A friend recently told me about an interesting podcast he’d heard. The subject was medical advances in the field of human longevity. The premise was that medical and technological advances would soon outpace the extended lifetimes they produced, potentially resulting in a human lifespan of a thousand years or more. In fact it was suggested that the first people to live to be a thousand might already have been born.
My friend thought this was an exciting idea and he’s all for it. He thinks that since we now spend 40 or 50 years figuring ourselves out, such an extended lifetime would result in 900+ years lived in maturity and self-actualization. He imagines travel, education, the perfection of skills, the pursuit of interests and appreciation of the arts. He makes it sound wonderful.

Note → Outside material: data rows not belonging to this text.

import type { Span } from '../../time/span';
import type { Maker, Problem, StudioDay } from '../problem/problem';
import { Calendar } from './calendar';
import type { CompiledMakers } from './compiled';

/**
 * Makers' calendars. Limits are kept by cutting overtime down to what they bear beside all ordinary shifts, so that any use of
 * an extended calendar keeps them.
 */
export function compileMakers(problem: Problem, makers: readonly Maker[]): CompiledMakers {
  const { start: origin, end } = problem.horizon;
  const weeks = Int32Array.from(problem.days, weekOf);
  const ordinary = makers.map((maker) => Calendar.of(maker.shifts, origin, end - origin));
  const extended = makers.map((maker) => {
    const overtime = maker.limits ? overtimeWithinLimits(problem.days, maker, weeks) : maker.overtime;
    return Calendar.of([...maker.shifts, ...overtime], origin, end - origin);
  });
  return {
    ordinary,
    extended,
    hasOvertime: Uint8Array.from(makers, (maker) => (maker.overtime.length > 0 ? 1 : 0)),
    hourCost: Float64Array.from(makers, (maker) => (maker.paidByTheHour === true ? maker.hourCostMinor : 0)),
    overtimeCost: Float64Array.from(makers, (maker) => maker.overtimeHourCostMinor),
  };
}

/** Walks the days once with both lists of spans in step; what is cut off is what a limit would not bear. */
function overtimeWithinLimits(days: readonly StudioDay[], maker: Maker, weeks: Int32Array): Span[] {
  const { limits, shifts, overtime } = maker;
  if (!limits) return [...overtime];
  const kept: Span[] = [];
  const weekLeft = weekAllowances(days, maker, limits.weekMinutes, weeks);
  let nextShift = 0;
  let nextOvertime = 0;
  let lastEnd = -Infinity;
  days.forEach((day, d) => {
    const restedFrom = lastEnd + limits.restBetweenMinutes;
    let left = Math.min(limits.dayMinutes - minutesWithin(shifts, day), weekLeft.get(weeks[d]) ?? 0);
    for (; nextShift < shifts.length && shifts[nextShift].start < day.end; nextShift += 1)
      lastEnd = Math.max(lastEnd, shifts[nextShift].end);
    const restFrom = (shifts[nextShift]?.start ?? Infinity) - limits.restBetweenMinutes;
    while (nextOvertime < overtime.length && overtime[nextOvertime].end <= day.start) nextOvertime += 1;
    for (let i = nextOvertime; i < overtime.length && overtime[i].start < day.end; i += 1) {
      const start = Math.max(overtime[i].start, day.start, restedFrom);
      const end = Math.min(overtime[i].end, day.end, restFrom, start + Math.max(0, left));
      if (end <= start) continue;
      kept.push({ start, end });
      left -= end - start;
      weekLeft.set(weeks[d], (weekLeft.get(weeks[d]) ?? 0) - (end - start));
      lastEnd = Math.max(lastEnd, end);
    }
  });
  return kept;
}

function weekAllowances(
  days: readonly StudioDay[],
  maker: Maker,
  weekMinutes: number,
  weeks: Int32Array,
): Map<number, number> {
  const left = new Map<number, number>();
  days.forEach((day, d) => left.set(weeks[d], (left.get(weeks[d]) ?? weekMinutes) - minutesWithin(maker.shifts, day)));
  return left;
}

/** Weeks counted from the Monday 1970-01-05. */
function weekOf(day: StudioDay): number {
  return Math.floor((Date.parse(`${day.day}T00:00:00Z`) / 86_400_000 - 4) / 7);
}

function minutesWithin(spans: readonly Span[], day: Span): number {
  let low = 0;
  let high = spans.length;
  while (low < high) {
    const middle = (low + high) >> 1;
    if (spans[middle].end > day.start) high = middle;
    else low = middle + 1;
  }
  let minutes = 0;
  for (let i = low; i < spans.length && spans[i].start < day.end; i += 1) {
    minutes += Math.min(spans[i].end, day.end) - Math.max(spans[i].start, day.start);
  }
  return minutes;
}
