import type { Locator, Page } from 'playwright-core';
import { LevelRun, SessionView, WorkingPlanView } from '@common/contract';
import { DEMO_PASSWORD } from '@database/demo/seed-accounts';

/** Signs one of the demo's people in and waits for the page that they land on. */
export async function signIn(page: Page, url: string, person: string, landing: string): Promise<void> {
  await page.goto(url);
  await page.getByLabel('E-mail').fill(`${person}@example.test`);
  await page.getByLabel('Password').fill(DEMO_PASSWORD);
  await page.getByRole('button', { name: 'Sign in', exact: true }).click();
  await page.waitForURL(`**${landing}**`);
}

/** The working plan as the page's own session reads it. */
export async function readPlan(page: Page): Promise<WorkingPlanView> {
  const answer = await page.request.get(new URL('/api/plan', page.url()).href);
  return WorkingPlanView.parse(await answer.json());
}

/** Key dates that a plan misses, by id. */
export function missedDates(view: WorkingPlanView): readonly string[] {
  return view.unmet.flatMap(({ rule, keyDateId }) => (rule === 'key-date' && keyDateId !== null ? [keyDateId] : []));
}

/** The tapes on the wall, in the order in which they are drawn. */
export function tapes(page: Page): Locator {
  return page.locator('button[data-tape]');
}

/** The tape of one stage. */
export function tapeOf(page: Page, stageId: string): Locator {
  return page.locator(`button[data-tape$="|${stageId}"]`).first();
}

/** A stage that a hand can move, whole in the window and clear of its edges: not begun, tied to no instant, two hours at least. */
export async function movableStage(page: Page, view: WorkingPlanView): Promise<string> {
  const stages = new Map(view.problem.stages.map((stage) => [stage.id, stage]));
  const placements = new Map(view.plan.placements.map((placement) => [placement.stageId, placement]));
  for (const tape of await tapes(page).all()) {
    const stageId = (await tape.getAttribute('data-tape'))?.split('|')[1] ?? '';
    const [stage, start] = [stages.get(stageId), placements.get(stageId)?.work[0].start ?? 0];
    const isFree = stage?.progress.kind === 'to-do' && stage.fixedStart === null && stage.crew.length > 0;
    const box = await tape.boundingBox();
    if (!isFree || !box || start < view.now + 60 || stage.effort.minutes < 120) continue;
    if (box.x > 220 && box.x + 320 < 1000 && box.y > 200 && box.y < 640 && box.width > 30) return stageId;
  }
  throw new Error('No stage in the window can be moved.');
}

/** Levels by the buttons, waits for the comparison and takes it. */
export async function levelAndTake(page: Page): Promise<void> {
  await page.getByRole('button', { name: 'Level', exact: true }).click();
  await page.getByRole('button', { name: 'Take it' }).click({ timeout: 30_000 });
  await page.getByRole('dialog').waitFor({ state: 'hidden' });
  await page.getByRole('button', { name: 'Undo' }).and(page.locator(':enabled')).waitFor();
}

/** Waits until something is so; an error after five seconds. */
export async function expectSoon(isSo: () => Promise<boolean>): Promise<void> {
  for (let tries = 0; tries < 50; tries += 1) {
    if (await isSo()) return;
    await new Promise((resolve) => setTimeout(resolve, 100));
  }
  throw new Error('It did not come to be within five seconds.');
}

/** The API as one of the demo's people calls it, without a page. */
export interface DeskApi {
  get(path: string): Promise<unknown>;
  /** Sends a change; an error unless it is taken. */
  send(method: 'POST' | 'PATCH', path: string, body: object): Promise<unknown>;
  /** Levels, takes what was found and issues it. */
  levelAndIssue(): Promise<void>;
}

/** Signs one of the demo's people in without a browser. */
export async function signInByApi(url: string, person: string): Promise<DeskApi> {
  let cookie = '';
  let token = '';
  const call = async (method: string, path: string, body?: object): Promise<unknown> => {
    const headers = { Cookie: cookie, 'X-Fettle-Token': token, 'Content-Type': 'application/json' };
    const answer = await fetch(`${url}${path}`, {
      method,
      headers,
      ...(body !== undefined && { body: JSON.stringify(body) }),
    });
    const [set] = answer.headers.getSetCookie();
    if (set !== undefined) cookie = set.split(';')[0];
    if (!answer.ok) throw new Error(`${method} ${path}: ${String(answer.status)} ${await answer.text()}`);
    return answer.status === 204 ? undefined : await answer.json();
  };
  const session = async () => SessionView.parse(await call('GET', '/api/session'));
  ({ formToken: token } = await session());
  await call('POST', '/api/session', { email: `${person}@example.test`, password: DEMO_PASSWORD });
  ({ formToken: token } = await session());
  const plan = async () => WorkingPlanView.parse(await call('GET', '/api/plan'));
  return {
    get: (path) => call('GET', path),
    send: call,
    levelAndIssue: async () => {
      const { revision } = await plan();
      let run = LevelRun.parse(await call('POST', '/api/plan/level', { revision, mode: 'dates', seconds: 2, seed: 1 }));
      while (run.state === 'waiting' || run.state === 'running') {
        await new Promise((resolve) => setTimeout(resolve, 200));
        run = LevelRun.parse(await call('GET', `/api/plan/level/${run.id}`));
      }
      await call('POST', `/api/plan/level/${run.id}/take`, { revision });
      await call('POST', '/api/plan/issue', { revision: (await plan()).revision, note: '' });
    },
  };
}
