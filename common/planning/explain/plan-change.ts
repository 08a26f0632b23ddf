import type { Minute } from '../../time/span';

/** One way in which a stage stands otherwise in one plan than in another. */
export type PlanChange =
  | { readonly kind: 'added'; readonly stageId: string; readonly start: Minute }
  | { readonly kind: 'removed'; readonly stageId: string; readonly start: Minute }
  | { readonly kind: 'moved'; readonly stageId: string; readonly from: Minute; readonly to: Minute }
  | { readonly kind: 'reshaped'; readonly stageId: string; readonly fromEnd: Minute; readonly toEnd: Minute }
  | {
      readonly kind: 'crew';
      readonly stageId: string;
      readonly left: readonly string[];
      readonly joined: readonly string[];
    }
  | {
      readonly kind: 'bay';
      readonly stageId: string;
      readonly from: readonly string[];
      readonly to: readonly string[];
    };
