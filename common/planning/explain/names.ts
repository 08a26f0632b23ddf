import type { Minute } from '../../time/span';

/** Names for sentences; each falls back on something sayable where a name is not known. */
export interface Names {
  readonly stage: (stageId: string) => string;
  readonly maker: (makerId: string) => string;
  readonly bay: (bayId: string) => string;
  readonly craft: (craftId: string) => string;
  readonly keyDate: (keyDateId: string) => string;
  /** The person who has a craft, as in "no laminator free". */
  readonly craftsperson: (craftId: string) => string;
}

/** Writes an instant in the reader's zone, such as "Tue 09:10". */
export type FormatInstant = (at: Minute) => string;
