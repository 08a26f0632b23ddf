import type { Rule, Unmet } from '../problem/result';
import type { FormatInstant, Names } from './names';
import { list, sayMinutes } from './say-list';

/** A broken requirement as two sentences: what is wrong, and what would mend it. */
export function sayUnmet(unmet: Unmet, names: Names, _formatInstant: FormatInstant): string {
  const said: Said = {
    stages: list(unmet.stageIds.map(names.stage)),
    first: names.stage(unmet.stageIds[0] ?? ''),
    second: names.stage(unmet.stageIds[1] ?? unmet.stageIds[0] ?? ''),
    makers: list(unmet.makerIds.map(names.maker)),
    bays: unmet.bayIds.length > 0 ? list(unmet.bayIds.map(names.bay)) : 'the bay',
    crafts: unmet.craftIds.length > 0 ? list(unmet.craftIds.map(names.craft)) : 'the craft',
    keyDate: unmet.keyDateId === null ? 'the key date' : names.keyDate(unmet.keyDateId),
    by: sayMinutes(unmet.by),
    units: unmet.by,
  };
  return SENTENCES[unmet.rule](said);
}

interface Said {
  readonly stages: string;
  readonly first: string;
  readonly second: string;
  readonly makers: string;
  readonly bays: string;
  readonly crafts: string;
  readonly keyDate: string;
  readonly by: string;
  readonly units: number;
}

const SENTENCES: Readonly<Record<Rule, (said: Said) => string>> = {
  'placed-once': (s) =>
    `${s.stages} has no place in the plan. A longer horizon, another maker with the craft, or a longer shift would give it one.`,
  effort: (s) =>
    `${s.stages} is laid out with ${s.by} too much or too little work. Level again, or check its hours and crew.`,
  'crew-size': (s) =>
    `${s.stages} has ${s.units} too many or too few for ${s.crafts}. Change its crew, or how many it asks for.`,
  'crew-craft': (s) =>
    `${s.makers} on ${s.stages} does not hold ${s.crafts}. Choose another maker, or add the craft to this one.`,
  'crew-shift': (s) =>
    `${s.makers} is off shift for ${s.by} of ${s.stages}. Move the stage, choose another maker, or change the shift.`,
  continuity: (s) => `${s.stages} is left for ${s.by} where it should go on. Move it to a time that holds it whole.`,
  'maker-double-booked': (s) =>
    `${s.makers} is on ${s.stages} at once for ${s.by}. Unpin one of them, or give one to somebody else.`,
  'bay-choice': (s) =>
    `${s.stages} is in ${s.bays}, which is not among its bays. Choose one of its own, or add this one.`,
  'bay-open': (s) => `${s.stages} works for ${s.by} while ${s.bays} is closed. Move it, or open the bay longer.`,
  'bay-capacity': (s) =>
    `${s.stages} ask for ${s.units} more than ${s.bays} holds. Move one of them, or use another bay.`,
  dwell: (s) =>
    `The dwell after ${s.stages} is out by ${s.by}. Check the temperature where it stands, then level again.`,
  attended: (s) =>
    `Nobody stays on site for ${s.by} after ${s.stages}. Start it earlier in the shift, or extend somebody's.`,
  window: (s) =>
    `${s.second} starts ${s.by} after the window of ${s.first} has closed. Start ${s.first} later, or free a maker for ${s.second}.`,
  'link-min': (s) => `${s.second} comes ${s.by} too soon after ${s.first}. Move it later, or start ${s.first} earlier.`,
  'link-max': (s) =>
    `${s.second} comes ${s.by} too late after ${s.first}. Start ${s.first} later, or free what ${s.second} waits for.`,
  'link-cycle': (s) =>
    `${s.stages} wait for one another in a ring, ${s.by} too long. Take out one of the links, or loosen its gap.`,
  earliest: (s) => `${s.stages} starts ${s.by} before it can. Move it later, or bring forward what it waits for.`,
  latest: (s) => `${s.stages} ends ${s.by} after its latest end. Start it earlier, add hands, or allow a later end.`,
  fixed: (s) => `${s.stages} is ${s.by} away from the time that was agreed. Move it back, or agree another time.`,
  pin: (s) => `${s.stages} is not where it was pinned. Level again, or take the pin out.`,
  progress: (s) => `${s.stages} stands otherwise than it happened. Level again from what has been done.`,
  freeze: (s) => `${s.stages} was issued for inside the freeze and has been moved. Put it back, or shorten the freeze.`,
  limits: (s) => `${s.makers} works ${s.by} over a limit of hours or rest. Take overtime away, or share the work.`,
  horizon: (s) => `${s.stages} lies ${s.by} outside the planned time. Plan further ahead.`,
  'key-date': (s) =>
    `${s.keyDate} is missed by ${s.by}, because of ${s.stages}. Overtime, another pair of hands or a later date would meet it.`,
};
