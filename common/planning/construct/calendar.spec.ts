import fc from 'fast-check';
import type { Span } from '../../time/span';
import { Calendar } from './calendar';

const ORIGIN = 1000;
const HORIZON = 3000;
const minutes = Array.from({ length: HORIZON }, (_, minute) => minute);

/** Disjoint spans in order, which touch or leave gaps, before, over and after the horizon. */
const spans: fc.Arbitrary<Span[]> = fc
  .array(fc.tuple(fc.integer({ min: 0, max: 400 }), fc.integer({ min: 1, max: 700 })), { maxLength: 14 })
  .map((steps) => {
    let at = ORIGIN - 500;
    return steps.map(([gap, length]) => {
      const start = at + gap;
      at = start + length;
      return { start, end: at };
    });
  });

const isIn = (list: readonly Span[], instant: number): boolean =>
  list.some(({ start, end }) => start <= instant && instant < end);

/** Whether a minute from the horizon's start is in a calendar, as the engine asks it. */
function has(calendar: Calendar, minute: number): boolean {
  const i = calendar.indexAt(minute);
  return i < calendar.count && calendar.starts[i] <= minute;
}

/** The first minute from an instant on that is in a calendar; -1 where there is none. */
function nextIn(calendar: Calendar, minute: number): number {
  const i = calendar.indexAt(minute);
  return i < calendar.count ? Math.max(minute, calendar.starts[i]) : -1;
}

describe('a calendar', () => {
  it('has the minutes of its spans but for those taken away, and finds the next of them from any minute', () => {
    fc.assert(
      fc.property(spans, spans, (there, away) => {
        const whole = Calendar.of(there, ORIGIN, HORIZON);
        const less = whole.less(away, ORIGIN, HORIZON);
        const expected = minutes.map((minute) => isIn(there, ORIGIN + minute));
        const left = minutes.map((minute) => expected[minute] && !isIn(away, ORIGIN + minute));
        expect(minutes.map((minute) => has(whole, minute))).toEqual(expected);
        expect(minutes.map((minute) => has(less, minute))).toEqual(left);
        expect(minutes.map((minute) => nextIn(less, minute))).toEqual(
          minutes.map((minute) => left.indexOf(true, minute)),
        );
      }),
      { numRuns: 60 },
    );
  });

  it('is left as it was by what is taken from it', () => {
    const whole = Calendar.of([{ start: ORIGIN, end: ORIGIN + 480 }], ORIGIN, HORIZON);
    expect(whole.less([{ start: ORIGIN, end: ORIGIN + 480 }], ORIGIN, HORIZON).count).toBe(0);
    expect(whole.covers(0, 480)).toBe(true);
  });
});
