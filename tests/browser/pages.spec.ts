import type { Page } from 'playwright-core';
import { MaterialView, ProductionView, ProductionSummary, RecipeView } from '@common/contract';
import { axeFindings, sidewaysOverflow, takePicture, withBrowser, type WatchedPage } from '../support/browser';
import { withRunningStudio } from '../support/running-studio';
import { signIn, signInByApi } from './desk';

jest.setTimeout(240_000);

/** Widths in CSS pixels: the narrowest that WCAG 2.2 asks for (1.4.10), a phone, a desk. */
const WIDTHS = [320, 390, 1440];
const HEIGHT = 900;

/** Pages by who sees them; those of single records are added once their ids are known. */
const OFFICE_PAGES = [
  '/plan',
  '/plan?rows=maker',
  '/plan?rows=bay',
  '/dates',
  '/load',
  '/productions',
  '/crew',
  '/crew/new',
  '/bays',
  '/bays/climate',
  '/enquiries',
  '/library',
  '/library/calculator',
  '/library/materials/new',
  '/settings',
  '/day-sheet',
  '/nowhere',
];
const MAKER_PAGES = ['/day-sheet', '/productions', '/crew', '/bays', '/library', '/library/calculator'];
const CLIENT_PAGES = ['/client'];

describe('every page', () => {
  const studio = withRunningStudio();
  const browser = withBrowser();

  /** Pages of single records: a production, one of its pieces, a material and a recipe. */
  async function recordPages(): Promise<readonly string[]> {
    const office = await signInByApi(studio.url, 'owner');
    const [production] = ProductionSummary.array().parse(await office.get('/api/productions'));
    const { piecesInOrder } = ProductionView.parse(await office.get(`/api/productions/${production.id}`));
    const [material] = MaterialView.array().parse(await office.get('/api/materials'));
    const [recipe] = RecipeView.array().parse(await office.get('/api/recipes'));
    return [
      `/productions/${production.id}`,
      `/productions/${production.id}/pieces/${piecesInOrder[0].id}`,
      `/library/materials/${material.id}`,
      `/library/recipes/${recipe.id}`,
    ];
  }

  /** Opens a page by its address, as a link from elsewhere does, and waits until it is at rest. */
  async function open(page: Page, path: string): Promise<void> {
    await page.goto(`${studio.url}${path}`);
    await page.locator('h1, [role="group"][aria-label="The plan on the wall"]').first().waitFor();
    await page.waitForLoadState('networkidle');
    await page.locator('[aria-busy="true"]').first().waitFor({ state: 'detached' });
  }

  async function findings({ page, faults }: WatchedPage, path: string, theme: 'light' | 'dark'): Promise<string[]> {
    const found: string[] = [];
    const before = faults.length;
    for (const width of WIDTHS) {
      await page.setViewportSize({ width, height: HEIGHT });
      if (width === WIDTHS[0]) await open(page, path);
      const over = await sidewaysOverflow(page);
      if (over > 0) found.push(`${path} at ${String(width)}: ${String(over)} px too wide`);
      if (width !== 320) await takePicture(page, `page-${path.replaceAll(/[^a-z]+/g, '-')}-${theme}-${String(width)}`);
    }
    found.push(...(await axeFindings(page)).map((finding) => `${path} in the ${theme}: ${finding}`));
    found.push(...faults.slice(before).map((fault) => `${path}: ${fault}`));
    return found;
  }

  it.each(['light', 'dark'] as const)('of the office can be read, in the %s', async (theme) => {
    const watched = await browser.open({ colorScheme: theme, viewport: { width: 1440, height: HEIGHT } });
    await signIn(watched.page, studio.url, 'owner', '/plan');
    const found: string[] = [];
    for (const path of [...OFFICE_PAGES, ...(await recordPages())])
      found.push(...(await findings(watched, path, theme)));
    expect(found).toEqual([]);
  });

  it.each([
    ['ines', '/day-sheet', MAKER_PAGES],
    ['pellwick', '/client', CLIENT_PAGES],
  ])('that %s sees can be read', async (person, landing, paths) => {
    const watched = await browser.open({ colorScheme: 'light', viewport: { width: 390, height: HEIGHT } });
    await signIn(watched.page, studio.url, person, landing);
    const found: string[] = [];
    for (const path of paths) found.push(...(await findings(watched, path, 'light')));
    expect(found).toEqual([]);
  });

  it('that tells of the API can be read', async () => {
    const { page, faults } = await browser.open();
    await page.goto(`${studio.url}/api/docs`);
    await page.getByRole('heading').first().waitFor();
    expect(await axeFindings(page)).toEqual([]);
    expect(await sidewaysOverflow(page)).toBe(0);
    expect(faults).toEqual([]);
    await takePicture(page, 'page-api-docs');
  });

  it('says in plain words that the studio can’t be reached', async () => {
    const { page } = await browser.open({ viewport: { width: 390, height: HEIGHT } });
    await signIn(page, studio.url, 'manager', '/plan');
    await page.context().setOffline(true);
    await page.getByRole('link', { name: 'Dates' }).first().click();
    await page
      .getByText(/can’t be reached/)
      .first()
      .waitFor();
    await takePicture(page, 'page-unreachable');
  });

  it('says what to do first in a studio without productions', async () => {
    // Nothing is left but the library, the crew and the bays.
    for (const statement of [
      'truncate production, level_run, issued_plan cascade',
      'update studio set head_revision_id = null',
      'delete from working_revision',
    ]) {
      await studio.database.dataSource.query(statement);
    }
    const { page, faults } = await browser.open({ viewport: { width: 1440, height: HEIGHT } });
    await signIn(page, studio.url, 'manager', '/plan');
    for (const path of ['/plan', '/dates', '/load', '/productions', '/day-sheet']) {
      await open(page, path);
      expect(await page.locator('main').innerText()).toMatch(/yet|first|Nothing|No /);
      expect(await axeFindings(page)).toEqual([]);
      await takePicture(page, `page-empty-${path.slice(1)}`);
    }
    expect(faults).toEqual([]);
  });
});
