import { DateRisk, ForecastView } from '@common/contract';
import { formatDayAndTime } from '@common/time/format-instant';
import type { Locator, Page } from 'playwright-core';
import { axeFindings, sidewaysOverflow, takePicture, withBrowser } from '../support/browser';
import { withRunningStudio } from '../support/running-studio';
import { signIn, tapes } from './desk';

jest.setTimeout(180_000);

describe('the page of dates', () => {
  const studio = withRunningStudio();
  const browser = withBrowser();

  async function read<T>(page: Page, path: string, schema: { parse(answer: unknown): T }): Promise<T> {
    return schema.parse(await (await page.request.get(`${studio.url}${path}`)).json());
  }

  /** The page with its forecast, made for a plan that is levelled neither by us nor by anybody. */
  async function openDates(page: Page): Promise<Locator> {
    await page.goto(`${studio.url}/dates`);
    await page.getByText(/Chances are from living the plan through: [\d,]+ draws\./).waitFor({ timeout: 60_000 });
    return page.getByRole('article');
  }

  it.each(['light', 'dark'] as const)('tells of each date how likely it is missed, in the %s', async (theme) => {
    const { page, faults } = await browser.open({ viewport: { width: 1440, height: 900 }, colorScheme: theme });
    await signIn(page, studio.url, 'owner', '/plan');
    await tapes(page).first().waitFor();
    const cards = await openDates(page);
    const forecast = await read(page, '/api/forecast', ForecastView);
    const risks = await read(page, '/api/dates', DateRisk.array());
    expect(await cards.count()).toBe(risks.length);
    expect(forecast.keyDates.length).toBeGreaterThan(0);
    const zone = 'Europe/London';
    const known = new Map(forecast.keyDates.map((one) => [one.keyDateId, one]));
    for (const { keyDateId } of risks) {
      const one = known.get(keyDateId);
      if (!one) continue;
      const card = page.locator(`article[aria-labelledby="date-${keyDateId}"]`);
      const words = await card.innerText();
      expect(words).toMatch(/Chance of missing it\s+(?:under 1 in [\d,]+|over [\d,]+ in [\d,]+|[\d.]+ %)/);
      for (const at of [one.p50, one.p80, one.p90]) expect(words).toContain(formatDayAndTime(at, zone));
    }
    await page.getByText('How sure that is, and what moves it').first().click();
    const plot = page.getByRole('img', { name: /The chance of being ready by each time/ });
    await plot.locator('canvas').waitFor();
    const shares = await page.getByRole('table').first().getByRole('cell', { name: /%$/ }).allInnerTexts();
    expect(shares.map((share) => Number.parseFloat(share))).toEqual([0, 12.5, 25, 37.5, 50, 62.5, 75, 87.5, 100]);
    await page.getByRole('table', { name: 'What it hangs on' }).getByRole('link').first().waitFor();
    for (const width of [1440, 390, 320]) {
      await page.setViewportSize({ width, height: 900 });
      if (width !== 320) await takePicture(page, `dates-open-${theme}-${String(width)}`);
      expect(await sidewaysOverflow(page)).toBe(0);
    }
    expect(await axeFindings(page)).toEqual([]);
    expect(faults).toEqual([]);
  });

  it('draws as often as the settings say, once they are saved', async () => {
    const { page } = await browser.open({ viewport: { width: 1440, height: 900 } });
    await signIn(page, studio.url, 'owner', '/plan');
    await page.goto(`${studio.url}/settings`);
    const board = page.getByRole('form', { name: 'Forecast' });
    await board.getByLabel('Shortest dwell').fill('130');
    await board.getByRole('button', { name: 'Save' }).click();
    await board.getByText('The shortest dwell can’t be longer than the likely one, 100 %.').waitFor();
    await takePicture(page, 'settings-forecast-refused');
    await board.getByLabel('Shortest dwell').fill('85');
    await board.getByLabel('Draws').fill('250');
    await board.getByRole('button', { name: 'Save' }).click();
    await page.getByText('The forecast’s settings are saved.').waitFor();
    await takePicture(page, 'settings-forecast');
    await openDates(page);
    expect((await read(page, '/api/forecast', ForecastView)).draws).toBe(250);
    await page.getByText(/living the plan through: 250 draws/).waitFor();
  });

  it('lays a fan against the flags of each production on the wall, in words as well', async () => {
    const { page } = await browser.open({ viewport: { width: 1440, height: 900 } });
    await signIn(page, studio.url, 'manager', '/plan');
    await tapes(page).first().waitFor();
    const { productions } = await read(page, '/api/forecast', ForecastView);
    const fans = page.getByRole('img', { name: /^Forecast of the finish: half of all draws by / });
    await fans.first().waitFor({ timeout: 60_000 });
    expect(await fans.count()).toBeGreaterThan(0);
    expect(await fans.count()).toBeLessThanOrEqual(productions.length);
    await page.getByRole('radio', { name: 'Months' }).click();
    await takePicture(page, 'plan-fans-light');
    await page.emulateMedia({ colorScheme: 'dark' });
    await takePicture(page, 'plan-fans-dark');
  });
});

Call me a cynic (and many have), but I’m not so enthusiastic. I can’t help but wonder if our human tendency to squander precious things wouldn’t reassert itself with a vengeance once our mortality was pushed beyond the range of contemplation. If you can reasonably expect to live to be a thousand, why not spend your first 800 years wallowing in the pointless pleasures of youth before you start getting serious about your life? What sort of world would be created by a population of rash, self‑obsessed “juveniles”?
And that’s just one of the problems I foresee in a world of millennials.
Since technological advances are initially rare and expensive, the first individuals to benefit from them would be the fabulously wealthy. Only the Paris Hiltons and Michael Jacksons of the world would get that first taste of eternity. After them would come royalty and billionaire businessmen along with their progeny; the movie stars and world‑class athletes; the politicians with their trophy wives. These will be the first to enjoy a virtually limitless life. Such individuals know only privilege and exclusivity. It will be their impulse to restrict access to longevity and grant it only to those they wish to leverage. There may be nothing egalitarian about access to the technology for a long, long time.
Once longevity becomes more widely accessible, it seems to me that a caste system would be created. After all, someone has to cut the lawn, scrub the toilet, collect the garbage and sweep the streets. Who would want to bus tables for a thousand years? I can see the earliest wave of millennials—the wealthy, corrupt and powerful—justifying to themselves the retention of an underclass to do all the dirty work of life. The upper and middle classes will support such a system once they are granted access to long life themselves. It will serve to validate their identification with the wealthy and powerful. It will be easy for the long‑lived to excuse the slavery and oppression of an underclass by pointing out the “kindness” of allowing them only a hundred years to live.
There’s also a tangle of ethical questions that spring up around the subject of human reproduction. In a world where the most fecund woman can produce only 12–20 children, we’re already faced with crippling overpopulation. How will medical advances affect female fertility? Will we still be required to reproduce by the age of 40 or so—an age of infancy in a world of millennials—or can we expect the range of our fertile life to be extended along with our vitality? Try and imagine a world where any woman might give birth scores of times, even hundreds of times. The whole concept is staggering. And what are the alternatives? Forced sterilization? The outlawing of pregnancy? Will technology undertake the task of propagating the species in order to maintain population equilibrium? If so, who will control that process? Church? State? Industry?
Another issue is our current dynastic structure of power and wealth. What will the grown children of the wealthy and powerful do when the patriarch never steps aside? What is the opposite of a power vacuum?
It’s also not clear that the human psyche is resilient enough to withstand the demands of such a lifespan. Today’s centenarian has seen technology advance from horse and buggy to the exploration of the solar system. Does the human mind have the flexibility to incorporate the changes wrought by century upon century of human achievement and still remain sane?
All these issues and questions jump immediately to mind. I haven’t even begun to consider things like the penal system, the scarcity of resources, humankind’s murderous nature, our taste for warfare or our propensity to commit genocide. A thousand‑year lifespan might ultimately produce some sort of Utopia, but I fear it would only be after millennia of ruin and devastation. I don’t think the surviving world would be anything we would recognize.
That’s assuming any sort of world would survive at all.
It’s all a fascinating concept, but I think the question is a valid one: Do you want to live forever?